Unpaid internships, illegal background checks, pregnancy and health-related employment discrimination continue to be the top trending employment practices litigation cases, according to industry experts.
Claims costs are rising, in part due to the length of time it takes to resolve an EPLI claim. According to an Advisen white paper released recently, defense costs can top out at $300,000 and the timeline for resolution can be anywhere from 18 to 24 months. The paper reported that multiple claimant disputes are on the rise. Federal, state and city regulators as well as plaintiff attorneys can file a claim on behalf of an employee or group of employees.
The U.S. Equal Employment Opportunity Commission has 53 regional offices throughout the country and as such can file an action within state and federal courts. According to Advisen, “For this reason, claim trends will vary by state, with certain states pursuing particular types of claims at any one time.”
The top four EPLI litigation generating states, according to Advisen, are:
- New York
GINA, the Genetic Information Nondiscrimination Information Act which took effect Nov. 21, 2009, prohibits employers from using genetic information in employment-related decisions, classifying employees based on genetic information or requesting genetic information from an employee.
According to Gail Gottehrer, a partner with the East Coast firm of Axinn, Veltrop & Harkrider who often represents insurers, GINA governs the privacy of a person’s genetic information which is sometimes released with family medical histories.
Gottehrer said the agency has implemented a strategic enforcement plan that includes a focus on preventing genetic discrimination.
“We’re seeing the EEOC bring class actions to enforce the Genetic Information Nondiscrimination Act. Employers should make sure that they are not requesting family medical history or other genetic information from job applicants or using that kind of information as part of their hiring process. Requesting family medical history from job applicants has been found to be a violation of GINA,” said Gottehrer.

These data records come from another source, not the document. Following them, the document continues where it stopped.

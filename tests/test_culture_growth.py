"""Growth-curve fitting: doubling time and its uncertainty from confluence against time.

The truths here are the closed forms themselves: exponential growth c0 · 2^(t / Td)
(the definition of the doubling time Td) and the Verhulst (1838) logistic
K / (1 + (K / c0 - 1) · 2^(-t / Td)). The fitting machinery is checked against SciPy's
own ``curve_fit`` and the AICc against the Gaussian log-likelihood of ``scipy.stats``.
"""

from __future__ import annotations

import math
import time
from pathlib import Path

import numpy as np
import pytest
import scipy.optimize
import scipy.stats

from daemon.culture.growth import DEFAULT_NOISE, NoiseModel, aicc, fit_growth, fit_plate

H = 3600.0
TD_H = 22.0


def logistic(t_h: np.ndarray, c0: float, td_h: float, k: float) -> np.ndarray:
    # Verhulst logistic growth, rate r = ln 2 / Td (definition of the doubling time).
    r = math.log(2) / td_h
    return k / (1 + (k / c0 - 1) * np.exp(-r * t_h))


def exponential(t_h: np.ndarray, c0: float, td_h: float) -> np.ndarray:
    return c0 * 2.0 ** (t_h / td_h)


def exponential_times(c_start: float, c_end: float, n: int, td_h: float = TD_H) -> np.ndarray:
    return np.linspace(0.0, td_h * math.log2(c_end / c_start), n)


# -- bias on noise-free curves -------------------------------------------------------------------

@pytest.mark.parametrize("c_end", [0.09, 0.20, 0.35])
def test_noise_free_exponential_has_no_bias(c_end: float) -> None:
    # Pure exponential growth from 2 % (the ranges a linear fit of logit c got 5, 10 and
    # 15 % short). One time point per hour or so, as a time-lapse takes them.
    t_h = exponential_times(0.02, c_end, 25)
    fit = fit_growth(t_h * H, exponential(t_h, 0.02, TD_H))
    assert fit.model == "exponential", fit.note
    assert fit.ok, fit.note
    assert fit.doubling_time_h == pytest.approx(TD_H, rel=0.01)
    assert fit.plateau is None
    np.testing.assert_allclose(fit.predict(t_h * H), exponential(t_h, 0.02, TD_H), rtol=1e-3)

According to EEOC statistics, GINA lawsuits began being filed by the government agency in 2010. So far, the agency has filed a couple of individual actions and a class action based on the law.
The EEOC’s Strategic Enforcement Plan also included pregnancy-related discrimination as one of its top six priorities between 2013 and 2016.
The Pregnancy Discrimination Act was enacted in 1964 and requires employers to allow pregnant employees to work at their jobs as long they can perform their jobs and employers aren’t allowed to hold pregnancy against a prospective new hire.
“The EEOC’s been very focused on that, too, and they’ve issued guidance recently about that, about making sure that women are hired even though they’re pregnant or not discriminated against, or make it harder for them to get jobs because they’re pregnant,” said Gottehrer.
Illegal Background Checks
Lawsuits resulting from illegal background checks are also on the rise, according to experts.
“Recent class actions have focused on the use of pre-hiring background checks,” said Gottehrer. “Employers who use background checks will want to make sure that they comply with the requirements of the Fair Credit Reporting Act and similar state laws and that they conduct the background checks uniformly, and not just for certain applicants or protected groups of applicants.”
According to Gottehrer, before a credit report can be requested as part of an application process, the potential employee must be notified in writing of the request and that it will be used as part of the employment decision. Written permission from the job applicant is required to obtain a credit report.
Gottehrer said that with credit reporting there’s always a concern that there could be an error or decisions could be made based on inaccurate information. While it might be relevant for some job categories, she said it’s not necessarily relevant to others.
The Department of Labor has perimeters that they use for determining if an intern is or isn’t an employee, according to Gottehrer. Factors considered include whether there is an education component to the internship, benefits to the intern, an intern’s duties and whether they mirror an employee’s job duties.
“In light of the recent spate of unpaid intern class action filings and settlements, this is a good time for companies who have interns to review their internship programs, policies and practices,” said Gottehrer. “Companies that can show that their programs have educational value, do not give interns work that would otherwise be done by employees, and do not automatically entitle interns to paid jobs at the conclusion of the internship will be well-positioned to argue that the participants are truly interns and not employees who are subject to the Fair Labor Standards Act.”